Massenet: Werther/Bocelli

Review by: Robert Levine

Artistic Quality: 5

Sound Quality: 7

Superstar tenor Andrea Bocelli’s first staged portrayal of Werther in Michigan a few years ago was received with decidedly mixed reviews: most observers felt it was nice to hear and see, but overall the singer didn’t really have the vocal goods for the part. Listening to this set, it’s easy to understand what those who experienced it meant. The 23-year-old Werther is a hopeless romantic, a self-pitying nature-head, all too often on the verge of tears, who opts to take his life rather than face it without his beloved Charlotte, who is married to another. Vocally, he’s often called upon to sing over a large orchestra–the character may be somewhat of a wimp, but he better not have a wimpy voice. Bocelli’s voice has a natural plangency that suits Werther’s character well; there’s a real tear in it, he has all the notes, and the bottom of the voice has become richer over the years.
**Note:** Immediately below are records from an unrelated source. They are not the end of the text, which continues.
package org.wintersill.climatology.statistic;

import org.wintersill.climatology.ClimatologyStatistic;
import org.wintersill.climatology.FrequencyBounds;
import org.wintersill.climatology.WinterRecord;
import org.wintersill.layer.LayerDefinition;
import org.wintersill.layer.LayerStyles;
import org.wintersill.layer.SampleType;

/**
 * Return period of a killing winter, years: 1 / frequency, missing where no winter was killing; or its lower bound,
 * 1 / upper bound of the frequency, which exists everywhere (science 16.6).
 */
public final class KillingWinterReturn implements ClimatologyStatistic {
    /** Frequencies below are as good as none: with an uncertain margin no winter is ever quite safe (project choice). */
    private static final double SELDOM = 1e-6;

    private final int percent;
    private final int level;
    private final boolean bound;
    private final FrequencyBounds bounds;

    /**
     * @param percent share of the buds that makes a killing winter
     * @param level position of that share among the record's levels
     * @param bound whether the lower bound is meant
     */
    public KillingWinterReturn(int percent, int level, boolean bound, FrequencyBounds bounds) {
        this.percent = percent;
        this.level = level;
        this.bound = bound;
        this.bounds = bounds;
    }

    @Override
    public LayerDefinition layer() {
        return bound
                ? new LayerDefinition("killing-winter-return-lower", "Return period of a killing winter, lower bound",
                        "One divided by the upper bound (" + bounds.words() + ") of the frequency of winters that kill at least "
                                + percent + " % of the buds: the return period is hardly shorter, even where none was seen",
                        "year", SampleType.FLOAT32, "", LayerStyles.returnPeriod())
                : new LayerDefinition("killing-winter-return", "Return period of a killing winter",
                        "One divided by the frequency of winters that kill at least " + percent
                                + " % of the buds; missing where none was seen, see the lower bound",
                        "year", SampleType.FLOAT32, "", LayerStyles.returnPeriod());
    }

    @Override
    public void summarise(WinterRecord record, float[] out, int from, int to) {
        int[] counts = record.counts();
        double[] events = record.events(level);
        for (int cell = from; cell < to; cell++) {
            int n = counts[cell];
            double k = events[cell];
            if (n == 0 || !bound && k / n < SELDOM) {
                out[cell] = Float.NaN;
            } else {
                out[cell] = (float) (bound ? 1 / bounds.upper(k, n) : n / k);
            }
        }
    }
}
The recording engineers have placed all of the voices on this recording well forward; I had the feeling that in Bocelli’s previous complete opera sets his was always just a bit more magnified than any of the others. The fairness has done Bocelli no favors. His plangency, in the opera’s strenuous second half, turns to strain, and where a full-bodied tone is required–as heard from the likes of Domingo, Carreras, Alagna, or even Kraus–we get a pop-star’s type of emphasis. This is Werther-lite, albeit sung with sensitivity and intelligence.
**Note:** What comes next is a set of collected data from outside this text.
package org.wintersill.elevation.terrain;

import java.util.Optional;
import org.wintersill.grid.Block;

/**
 * Cooling of low ground by pools of cold air on a calm clear night (science 7.4)
 * <pre>
 * dT = -A I exp(-h / D)
 * I = min(1, max(0, (0.5 - percentile) / 0.5)), or 1 on ground of the class prone and 0 elsewhere
 * </pre>
 * with h the height above the lowest ground in the window. Strengths of 2 to 6 K and depths of 30 to 100 m are typical; extreme sinkholes
 * are far colder (common practice, no single source).
 *
 * @param strength A, K, at least 0
 * @param depth D, m, positive
 * @param window the neighbourhood; about half the distance from ridge to valley
 * @param byClass whether I follows from the class
 */
public record ColdPools(double strength, double depth, Window window, boolean byClass) {

    /** K added to the minimum, never positive; NaN where one of the two is. */
    public static double change(double strength, double index, double aboveLowest, double depth) {
        return -strength * index * Math.exp(-aboveLowest / depth);
    }

    /** I of a percentile: 1 at the bottom, 0 from the middle up. */
    public static float index(float percentile) {
        return Math.min(1, Math.max(0, (0.5f - percentile) / 0.5f));
    }

    /**
     * What the ground of a block does to cold air.
     *
     * @param index I, 0..1, NaN for a void
     * @param change K on a night of full strength, NaN for a void
     * @param classes code of a {@link ColdAirClass}, 0 where there is none
     */
    public record Ground(float[] index, float[] change, byte[] classes) {
    }

    /** The ground of a block. A missing class, along the border, gives no pool. */
    public Ground over(Relief relief, Block block, Tasks tasks) {
        LocalHeights heights = LocalHeights.of(relief, window, block, tasks);
        float[] slope = SurfaceForm.slope(relief, block, tasks);
        float[] curvature = SurfaceForm.curvature(relief, block, tasks);
        Ground ground = new Ground(heights.percentile(), heights.aboveLowest(), new byte[block.cells()]);
        tasks.forEach(block.rows(), row -> {
            for (int i = row * block.columns(); i < (row + 1) * block.columns(); i++) {
                Optional<ColdAirClass> found = ColdAirClass.of(slope[i], heights.percentile()[i], curvature[i]);
                ground.classes[i] = (byte) found.map(ColdAirClass::code).orElse(0).intValue();
                if (heights.percentile()[i] == heights.percentile()[i]) {
                    ground.index[i] = !byClass ? index(heights.percentile()[i]) : found.equals(Optional.of(ColdAirClass.PRONE)) ? 1 : 0;
                }
                ground.change[i] = (float) change(strength, ground.index[i], heights.aboveLowest()[i], depth);
            }
        });
        return ground;
    }
}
And I find the Charlotte, rumored up-and-comer mezzo Julia Gertseva, a thoroughly unfinished artist next to, say, Angeles, Stade, Kasarova, Vallin, and Gheorghiu. Her voice encompasses the entire role, but it has an unpleasant edge to it and she isn’t altogether comfortable in Charlotte’s predicament. Her tender moments aren’t vulnerable enough and her desperation sounds plugged-in–it doesn’t come from the gut. Natale de Carolis sounds slightly too old for Albert, and while Magali Léger at least doesn’t “cute up” Sophie’s music, she also sounds about double the 15-years-old Sophie is supposed to be. Yves Abel’s leadership and the Bologna forces are excellent. There are at least four better versions of this opera on CD, so unless you’ve got to have Bocelli, you can skip this and go to one of them.

Buy Now from Arkiv Music

Recording Details:

Reference Recording: Carreras/Stade/Davis (Philips)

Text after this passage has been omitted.